YOUR GOAL: Pick out each line in these entries that contains the string "spoolChunk".

(Stored items)
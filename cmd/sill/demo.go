package main

import (
	"fmt"

	"github.com/spf13/cobra"

	"github.com/sill-tool/sill/internal/atomicfile"
	"github.com/sill-tool/sill/internal/demo"
)

func newDemoCmd() *cobra.Command {
	var (
		rows int
		seed uint64
		out  string
	)
	cmd := &cobra.Command{
		Use:   "demo",
		Short: "Write the invented demo validation set (a fictional wagon-bearing alert desk) as CSV",
		Long: `demo writes an invented validation set: the wagon-bearing desk of the
fictional Veldmoor Freight depot, whose model scores axle-box vibration
readings for likely bearing faults. Columns: id, yard, read_at, score,
label. The same --rows and --seed always give the same file.`,
		Args: cobra.NoArgs,
		RunE: func(cmd *cobra.Command, args []string) error {
			if rows < 1 {
				return fmt.Errorf("--rows %d: expected at least 1", rows)
			}
			data := demo.CSV(rows, seed)
			if out == "" || out == "-" {
				_, err := cmd.OutOrStdout().Write(data)
				return err
			}
			if err := atomicfile.Write(out, data, 0o644); err != nil {
				return err
			}
			fmt.Fprintf(cmd.ErrOrStderr(), "sill: wrote %d rows to %s\n", rows, out)
			return nil
		},
	}
	cmd.Flags().IntVar(&rows, "rows", demo.DefaultRows, "number of rows")
	cmd.Flags().Uint64Var(&seed, "seed", demo.DefaultSeed, "random seed")
	cmd.Flags().StringVar(&out, "out", "", "file to write (default: standard output)")
	return cmd
}
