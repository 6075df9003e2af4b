package main

import (
	"errors"
	"fmt"

	"github.com/spf13/cobra"

	"github.com/sill-tool/sill/internal/demo"
	"github.com/sill-tool/sill/internal/sharedfile"
)

// maxDemoRows bounds sill demo --rows: the set is made in memory, about
// 50 bytes a row.
const maxDemoRows = 1_000_000

func newDemoCmd() *cobra.Command {
	var (
		rows  int
		seed  uint64
		out   string
		force bool
	)
	cmd := &cobra.Command{
		Use:   "demo",
		Short: "Write the invented demo validation set (a fictional wagon-bearing alert desk) as CSV",
		Long: `demo writes an invented validation set: the wagon-bearing desk of the
fictional Veldmoor Freight depot, whose model scores axle-box vibration
readings for likely bearing faults. Columns: id, yard, read_at, score,
label. The same --rows and --seed always give the same file.

--out replaces an existing file only when it holds demo data; anything
else (a decision file, your own scores) only with --force.`,
		Args: cobra.NoArgs,
		RunE: func(cmd *cobra.Command, args []string) error {
			if rows < 1 {
				return fmt.Errorf("--rows %d: expected at least 1", rows)
			}
			if rows > maxDemoRows {
				return fmt.Errorf("--rows %d: expected at most %d (the demo set is made in memory)", rows, maxDemoRows)
			}
			if force && (out == "" || out == "-") {
				return errors.New("--force goes with --out FILE")
			}
			data := demo.CSV(rows, seed)
			if out == "" || out == "-" {
				_, err := cmd.OutOrStdout().Write(data)
				return err
			}
			var opts sharedfile.Options
			if !force {
				opts.Kind = demo.Replaceable
			}
			if _, err := sharedfile.Write(cmd.Context(), out, data, opts); err != nil {
				if errors.Is(err, sharedfile.ErrOtherKind) {
					return fmt.Errorf("%w; add --force to replace it, or write to another file", err)
				}
				return err
			}
			fmt.Fprintf(cmd.ErrOrStderr(), "sill: wrote %d rows to %s\n", rows, out)
			return nil
		},
	}
	cmd.Flags().IntVar(&rows, "rows", demo.DefaultRows, "number of rows")
	cmd.Flags().Uint64Var(&seed, "seed", demo.DefaultSeed, "random seed")
	cmd.Flags().StringVar(&out, "out", "", "file to write (default: standard output)")
	cmd.Flags().BoolVar(&force, "force", false, "with --out: replace a file that does not hold demo data")
	return cmd
}
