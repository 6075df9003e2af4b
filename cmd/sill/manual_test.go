package main

import (
	"os"
	"path/filepath"
	"slices"
	"strings"
	"testing"

	"github.com/spf13/cobra"
	"github.com/spf13/pflag"
	"go.yaml.in/yaml/v3"
)

// TestManual generates the man pages with the hidden manual command, as
// the release build does, and checks that every command a user can run
// has its page, named as man looks for it, listing every flag it takes.
func TestManual(t *testing.T) {
	dir := filepath.Join(t.TempDir(), "man")
	r := runSill(t, "", "manual", dir)
	if r.code != 0 || r.stdout != "" || !strings.Contains(r.stderr, "man pages to "+dir) {
		t.Fatalf("sill manual: exit %d, stdout %q, stderr %q", r.code, r.stdout, r.stderr)
	}
	// The commands of a fresh tree, with the completion command and the
	// --version flag cobra adds when the binary runs.
	root := newRootCmd()
	root.InitDefaultCompletionCmd()
	root.InitDefaultVersionFlag()
	if root.Flags().Lookup("version") == nil {
		t.Fatal("no --version flag to look for")
	}
	var want []string
	var visit func(cmd *cobra.Command)
	visit = func(cmd *cobra.Command) {
		name := strings.ReplaceAll(cmd.CommandPath(), " ", "-")
		want = append(want, name+".1")
		page, err := os.ReadFile(filepath.Join(dir, name+".1"))
		if err != nil {
			t.Errorf("%s: no page: %v", cmd.CommandPath(), err)
			return
		}
		text := string(page)
		if title := `.TH "` + strings.ToUpper(name) + `" "1"`; !strings.Contains(text, title) {
			t.Errorf("%s.1 lacks the header %s", name, title)
		}
		if !strings.Contains(text, cmd.Short) {
			t.Errorf("%s.1 lacks the summary %q", name, cmd.Short)
		}
		check := func(f *pflag.Flag) {
			if !f.Hidden && !strings.Contains(text, `\fB--`+f.Name+`\fP`) {
				t.Errorf("%s.1 lacks --%s", name, f.Name)
			}
		}
		cmd.NonInheritedFlags().VisitAll(check)
		cmd.InheritedFlags().VisitAll(check)
		for _, sub := range cmd.Commands() {
			if sub.IsAvailableCommand() {
				visit(sub)
			}
		}
	}
	visit(root)
	entries, err := os.ReadDir(dir)
	if err != nil {
		t.Fatal(err)
	}
	var got []string
	for _, e := range entries {
		got = append(got, e.Name())
	}
	slices.Sort(got)
	slices.Sort(want)
	if !slices.Equal(got, want) {
		t.Errorf("pages %v, want %v", got, want)
	}
	for _, page := range []string{"sill-report.1", "sill-explore.1", "sill-check.1"} {
		if !slices.Contains(got, page) {
			t.Errorf("no %s", page)
		}
	}
	if slices.Contains(got, "sill-manual.1") {
		t.Error("the hidden manual command has a page")
	}
}

// TestManualErrors: the folder is required, and a file in its place is
// named in one line.
func TestManualErrors(t *testing.T) {
	if r := runSill(t, "", "manual"); r.code != 2 || !strings.Contains(r.stderr, "manual takes one argument, FOLDER") {
		t.Errorf("no folder: exit %d, %q", r.code, r.stderr)
	}
	file := writeFile(t, t.TempDir(), "taken", []byte("x"))
	if r := runSill(t, "", "manual", file); r.code != 2 || !strings.Contains(r.stderr, "sill: manual: mkdir "+file) {
		t.Errorf("a file in the folder's place: exit %d, %q", r.code, r.stderr)
	}
}

// TestReleaseConfig reads .goreleaser.yaml (goreleaser itself is not run
// here) and checks that a before-hook generates the man pages with the
// manual command and that every archive packs the folder it writes, and
// that the build sets the version variables this package declares.
func TestReleaseConfig(t *testing.T) {
	data, err := os.ReadFile(filepath.Join("..", "..", ".goreleaser.yaml"))
	if err != nil {
		t.Fatal(err)
	}
	var config struct {
		Version int `yaml:"version"`
		Before  struct {
			Hooks []string `yaml:"hooks"`
		} `yaml:"before"`
		Builds []struct {
			Main    string   `yaml:"main"`
			Ldflags []string `yaml:"ldflags"`
		} `yaml:"builds"`
		Archives []struct {
			Files []yaml.Node `yaml:"files"`
		} `yaml:"archives"`
	}
	if err := yaml.Unmarshal(data, &config); err != nil {
		t.Fatalf(".goreleaser.yaml: %v", err)
	}
	if config.Version != 2 {
		t.Errorf("version %d, want 2", config.Version)
	}
	folder := ""
	for _, hook := range config.Before.Hooks {
		fields := strings.Fields(hook)
		if i := slices.Index(fields, "manual"); i > 0 && i+1 < len(fields) && slices.Contains(fields, "./cmd/sill") && fields[0] == "go" && fields[1] == "run" {
			folder = fields[i+1]
		}
	}
	if folder == "" {
		t.Fatalf("no before-hook runs go run ./cmd/sill manual FOLDER: %q", config.Before.Hooks)
	}
	if len(config.Builds) == 0 || len(config.Archives) == 0 {
		t.Fatalf("%d builds, %d archives", len(config.Builds), len(config.Archives))
	}
	for _, b := range config.Builds {
		flags := strings.Join(b.Ldflags, " ")
		if b.Main != "./cmd/sill" || !strings.Contains(flags, "-X main.version=") || !strings.Contains(flags, "-X main.commit=") {
			t.Errorf("build of %s with ldflags %q: want ./cmd/sill setting main.version and main.commit", b.Main, flags)
		}
	}
	for i, a := range config.Archives {
		packed := false
		for _, f := range a.Files {
			var entry struct {
				Src, Dst string
			}
			if f.Kind == yaml.MappingNode && f.Decode(&entry) == nil && entry.Src == folder+"/*.1" && entry.Dst == "man/man1" {
				packed = true
			}
		}
		if !packed {
			t.Errorf("archive %d does not pack %s/*.1 into man/man1", i, folder)
		}
	}
}
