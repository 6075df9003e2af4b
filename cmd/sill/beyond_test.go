package main

import (
	"encoding/json"
	"path/filepath"
	"strings"
	"testing"
)

// timedTable has case times over two days, two models' scores and a yard.
const timedTable = "id,score,other,label,yard,read_at\n" +
	"AX-1,0.91,0.70,1,north,2026-09-01T06:30:00Z\n" +
	"AX-2,0.85,0.20,0,north,2026-09-01T07:00:00Z\n" +
	"AX-3,0.85,0.90,1,quay,2026-09-01T15:00:00Z\n" +
	"AX-4,0.60,0.40,0,quay,2026-09-01T23:30:00Z\n" +
	"AX-5,0.42,0.60,1,north,2026-09-02T02:00:00Z\n" +
	"AX-6,0.30,0.10,0,north,2026-09-02T08:00:00Z\n" +
	"AX-7,0.12,0.30,0,quay,2026-09-02T16:00:00Z\n" +
	"AX-8,0.05,0.05,0,north,2026-09-02T21:59:00Z\n"

// TestReportBeyondFlagErrors: every misuse of the new flags exits 2 with
// one line on stderr and nothing on stdout.
func TestReportBeyondFlagErrors(t *testing.T) {
	path := writeFile(t, t.TempDir(), "timed.csv", []byte(timedTable))
	cases := []struct {
		args []string
		want string
	}{
		{[]string{"--time", "read_at"}, "--time needs --shifts"},
		{[]string{"--shifts", "06:00"}, "--shifts needs --time"},
		{[]string{"--time", "read_at", "--shifts", "6am"}, "--shifts: malformed shift schedule"},
		{[]string{"--time", "read_at", "--shifts", "06:00", "--tz", "Mars/Olympus"}, `--tz "Mars/Olympus"`},
		{[]string{"--time", "yard", "--shifts", "06:00"}, `column "yard": invalid time "north"`},
		{[]string{"--cut", "queue90=2"}, "cut queue90=2 needs case times and a shift schedule (--time and --shifts)"},
		{[]string{"--cut", "queue=2"}, "cut queue=2 needs a volume per shift (--volume)"},
		{[]string{"--cut", "cost"}, "cut cost needs at least one cost (--cost-false-alert, --cost-miss or --cost-hit)"},
		{[]string{"--cut", "queue=2", "--volume", "10", "--bootstrap", "5", "--time", "read_at", "--shifts", "06:00", "--calibration-bins", "0"}, "--calibration-bins 0"},
		{[]string{"--bootstrap", "-3"}, "--bootstrap -3"},
		{[]string{"--calibration-binning", "even"}, "--calibration-binning"},
		{[]string{"--segment", "yard", "--segment-order", "biggest"}, "--segment-order"},
		{[]string{"--score", "score", "--score", "score"}, "given twice"},
		{[]string{"--score", "a", "--score", "b", "--score", "c"}, "given 3 times"},
	}
	for _, c := range cases {
		res := runSill(t, "", append([]string{"report", path}, c.args...)...)
		if res.code != 2 || res.stdout != "" || strings.Count(res.stderr, "\n") != 1 || !strings.Contains(res.stderr, c.want) {
			t.Errorf("%v: code %d, stdout %q, stderr %q; want %q", c.args, res.code, res.stdout, res.stderr, c.want)
		}
	}
}

// TestReportBeyondJSON: the keys of issue 6 appear in the JSON report.
func TestReportBeyondJSON(t *testing.T) {
	path := writeFile(t, t.TempDir(), "timed.csv", []byte(timedTable))
	args := []string{"report", path, "--format", "json", "--segment", "yard", "--time", "read_at", "--shifts", "06:00,14:00,22:00",
		"--score", "score", "--score", "other", "--bootstrap", "50", "--seed", "7", "--cut", "top=3", "--cut", "queue90=2"}
	res := runSill(t, "", args...)
	if res.code != 0 {
		t.Fatalf("code %d: %s", res.code, res.stderr)
	}
	var out map[string]any
	if err := json.Unmarshal([]byte(res.stdout), &out); err != nil {
		t.Fatal(err)
	}
	for _, key := range []string{"calibration", "comparison", "shift_schedule", "bootstrap"} {
		if out[key] == nil {
			t.Errorf("no top-level %q", key)
		}
	}
	cut := out["cuts"].([]any)[0].(map[string]any)
	for _, key := range []string{"segments", "stability", "net_benefit", "queue_by_shift", "second_model"} {
		if cut[key] == nil {
			t.Errorf("cut lacks %q: %v", key, cut)
		}
	}
	projected := cut["projected"].(map[string]any)
	// top=3 flags AX-1, AX-2, AX-3: shifts of 1 Sep 06:00 (two alerts) and
	// 14:00 (one). The period has five shifts, 1 Sep 06:00 to 2 Sep 14:00
	// (AX-8 at 21:59 is still in the 14:00 shift), so the sample's busiest
	// shift queues 2. Five shifts of a few cases cannot tell a spread from
	// noise: the p90 is the model's, counting noise alone, in words.
	shifts := cut["queue_by_shift"].(map[string]any)
	if projected["queue_per_shift_max"] != 2.0 || projected["queue_per_shift_p90"] != shifts["p90"] || shifts["model_spread"] != 0.0 ||
		!strings.Contains(shifts["basis"].(string), "cannot be told from noise") || shifts["sample_p90"] == nil {
		t.Errorf("projected %v, queue by shift %v", projected, shifts)
	}
	if n := out["shift_schedule"].(map[string]any)["shifts"]; n != 5.0 {
		t.Errorf("shifts %v, want 5", n)
	}
	// The same seed gives the same bytes.
	again := runSill(t, "", args...)
	if again.stdout != res.stdout {
		t.Error("the same --seed gave another report")
	}
	text := runSill(t, "", append(args[:2], args[4:]...)...)
	for _, want := range []string{"queue per real shift", "how stable each cut is", "two models on the same cases: score and other", "segments (yard)", "calibration: reliability table"} {
		if !strings.Contains(text.stdout, want) {
			t.Errorf("text lacks %q", want)
		}
	}
}

// TestReportTimeLayout reads times in a layout without a zone, in --tz.
func TestReportTimeLayout(t *testing.T) {
	table := "score,label,when\n0.9,1,01.09.2026 06:30\n0.2,0,01.09.2026 21:00\n0.7,0,02.09.2026 05:00\n"
	path := writeFile(t, t.TempDir(), filepath.Base("layout.csv"), []byte(table))
	res := runSill(t, "", "report", path, "--format", "json", "--time", "when", "--time-layout", "02.01.2006 15:04", "--tz", "Europe/Amsterdam", "--shifts", "06:00,18:00", "--cut", "top=1")
	if res.code != 0 {
		t.Fatalf("code %d: %s", res.code, res.stderr)
	}
	var out map[string]any
	json.Unmarshal([]byte(res.stdout), &out)
	s := out["shift_schedule"].(map[string]any)
	// Local 06:30, 21:00 and 05:00 next day: shifts 1 Sep 06:00, 1 Sep 18:00
	// (the 05:00 case belongs to it too), so two shifts.
	if s["shifts"] != 2.0 || s["time_zone"] != "Europe/Amsterdam" || s["first_shift"] != "2026-09-01T06:00:00+02:00" {
		t.Errorf("schedule %v", s)
	}
}

// TestReportCompareFile joins a second model's file on --id; the result
// equals the comparison of two columns of one file.
func TestReportCompareFile(t *testing.T) {
	dir := t.TempDir()
	first := writeFile(t, dir, "a.csv", []byte(timedTable))
	second := writeFile(t, dir, "b.csv", []byte("id,model_b\nAX-8,0.05\nAX-7,0.30\nAX-6,0.10\nAX-5,0.60\nAX-4,0.40\nAX-3,0.90\nAX-2,0.20\nAX-1,0.70\nAX-9,0.5\n"))
	joined := runSill(t, "", "report", first, "--format", "json", "--id", "id", "--compare", second, "--score", "score", "--score", "model_b")
	columns := runSill(t, "", "report", first, "--format", "json", "--score", "score", "--score", "other")
	if joined.code != 0 || columns.code != 0 {
		t.Fatalf("codes %d %d: %s %s", joined.code, columns.code, joined.stderr, columns.stderr)
	}
	var a, b map[string]any
	json.Unmarshal([]byte(joined.stdout), &a)
	json.Unmarshal([]byte(columns.stdout), &b)
	ca, cb := a["comparison"].(map[string]any), b["comparison"].(map[string]any)
	for _, key := range []string{"auc_a", "auc_b", "delong_z", "delong_p"} {
		if ca[key] != cb[key] {
			t.Errorf("%s: joined %v, one file %v", key, ca[key], cb[key])
		}
	}
	for _, c := range []struct {
		args []string
		want string
	}{
		{[]string{"--compare", second}, "--compare needs --id"},
		{[]string{"--compare", "-", "--id", "id"}, "--compare -"},
		{[]string{"--compare", first, "--id", "yard"}, "duplicate id"},
		{[]string{"--compare", filepath.Join(dir, "none.csv"), "--id", "id"}, "--compare: read scores"},
	} {
		res := runSill(t, "", append([]string{"report", first}, c.args...)...)
		if res.code != 2 || res.stdout != "" || !strings.Contains(res.stderr, c.want) {
			t.Errorf("%v: code %d stderr %q, want %q", c.args, res.code, res.stderr, c.want)
		}
	}
}

// TestReportHints: the report's notes and warnings name the flags that
// change them, which cmd gives to package report (the engine names none).
func TestReportHints(t *testing.T) {
	dir := t.TempDir()
	path := writeFile(t, dir, "timed.csv", []byte(timedTable))
	// The same cases with the scores turned round: the false cases rank
	// first more often than not.
	reversed := strings.NewReplacer(",0.91,", ",0.09,", ",0.85,", ",0.15,", ",0.60,", ",0.40,", ",0.42,", ",0.58,", ",0.30,", ",0.70,", ",0.12,", ",0.88,", ",0.05,", ",0.95,").Replace(timedTable)
	reversedPath := writeFile(t, dir, "reversed.csv", []byte(reversed))
	for _, c := range []struct {
		args   []string
		stream string
		want   string
	}{
		{[]string{path, "--segment", "yard", "--segments-shown", "1"}, "stdout", "1 more segment not shown (0 of them differ); --segments-shown 0 shows all, --format json lists all"},
		{[]string{path, "--time", "read_at", "--shifts", "06:00,14:00,22:00"}, "stdout", "the validation set's own counts per shift (give --volume to scale them to production)"},
		{[]string{path, "--cost-miss", "10"}, "stdout", "on the validation set; with --bootstrap, a warning says when the cost threshold lies outside"},
		{[]string{reversedPath}, "stderr", "is below 0.5: the scores rank false cases above true ones more often than not; if lower scores mean likely true cases, add --lower-is-riskier"},
		{[]string{reversedPath, "--score", "other", "--lower-is-riskier"}, "stderr", "if higher scores mean likely true cases, drop --lower-is-riskier"},
	} {
		res := runSill(t, "", append([]string{"report"}, c.args...)...)
		got := res.stdout
		if c.stream == "stderr" {
			got = res.stderr
		}
		// Notes may be wrapped to the terminal's 80 columns (the
		// segments'): read them with the breaks and indents folded.
		if res.code != 0 || !strings.Contains(strings.Join(strings.Fields(got), " "), c.want) {
			t.Errorf("%v: code %d, %s lacks %q:\n%s", c.args, res.code, c.stream, c.want, got)
		}
	}
}
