package main

import (
	"bytes"
	"io"
	"os"

	"github.com/sill-tool/sill/internal/scores"
)

// spoolChunk is how much of standard input is copied at a time.
const spoolChunk = 1 << 20

// loadPiped reads scores from a pipe, Parquet (by its magic bytes) or
// text. It first copies the stream into an
// unnamed temporary file, which the block reader can read, seek back in and
// hand to the line reader when it must; the file is removed as soon as it
// is made, so nothing is left behind. When the copy cannot be made (no room
// for it, say), the line reader reads what was copied and the rest of the
// stream, so the result is the same either way.
func loadPiped(stdin io.Reader, opt scores.Options) (*scores.Set, error) {
	spool, err := os.CreateTemp("", "sill-stdin-*")
	if err != nil {
		return scores.Read(stdin, "-", opt)
	}
	os.Remove(spool.Name())
	defer spool.Close()
	buf := make([]byte, spoolChunk)
	written := int64(0)
	// Plain text with a line past the reader's limit, such as a stream of
	// zeros that never ends, is handed to the line reader, which refuses
	// it at that line, rather than copied on until the disk is full.
	lineBytes, text := 0, true
	for {
		n, readErr := stdin.Read(buf)
		if n > 0 {
			if written == 0 && (bytes.HasPrefix(buf[:n], scores.ParquetMagic) || bytes.HasPrefix(buf[:n], []byte{0x1f, 0x8b})) {
				text = false // binary: lines mean nothing
			}
			if text {
				if i := bytes.LastIndexByte(buf[:n], '\n'); i >= 0 {
					lineBytes = n - i - 1
				} else {
					lineBytes += n
				}
				if lineBytes > scores.MaxLine {
					return scores.Read(io.MultiReader(io.NewSectionReader(spool, 0, written), bytes.NewReader(buf[:n]), stdin), "-", opt)
				}
			}
			if _, err := spool.Write(buf[:n]); err != nil {
				// Read on: what was copied, the chunk in hand, the rest.
				return scores.Read(io.MultiReader(io.NewSectionReader(spool, 0, written), bytes.NewReader(buf[:n]), stdin), "-", opt)
			}
			written += int64(n)
		}
		if readErr == io.EOF {
			break
		}
		if readErr != nil {
			// Let the line reader meet the same error at the same place.
			return scores.Read(io.MultiReader(io.NewSectionReader(spool, 0, written), errorReader{readErr}), "-", opt)
		}
	}
	if _, err := spool.Seek(0, io.SeekStart); err != nil {
		return scores.Read(io.NewSectionReader(spool, 0, written), "-", opt)
	}
	if magic := make([]byte, len(scores.ParquetMagic)); written >= int64(len(magic)) {
		if _, err := spool.ReadAt(magic, 0); err == nil && bytes.Equal(magic, scores.ParquetMagic) {
			if opt.Input != scores.InputAuto {
				return nil, parquetContradiction("-", opt.Input)
			}
			return scores.ReadParquet(spool, written, "-", parquetOptions(opt)) // Parquet through a pipe
		}
	}
	return scores.Load(spool, "-", opt)
}

// errorReader returns err on every read.
type errorReader struct{ err error }

func (r errorReader) Read([]byte) (int, error) { return 0, r.err }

RESULT OF THE TASK:
// spoolChunk is how much of standard input is copied at a time.
const spoolChunk = 1 << 20
	buf := make([]byte, spoolChunk)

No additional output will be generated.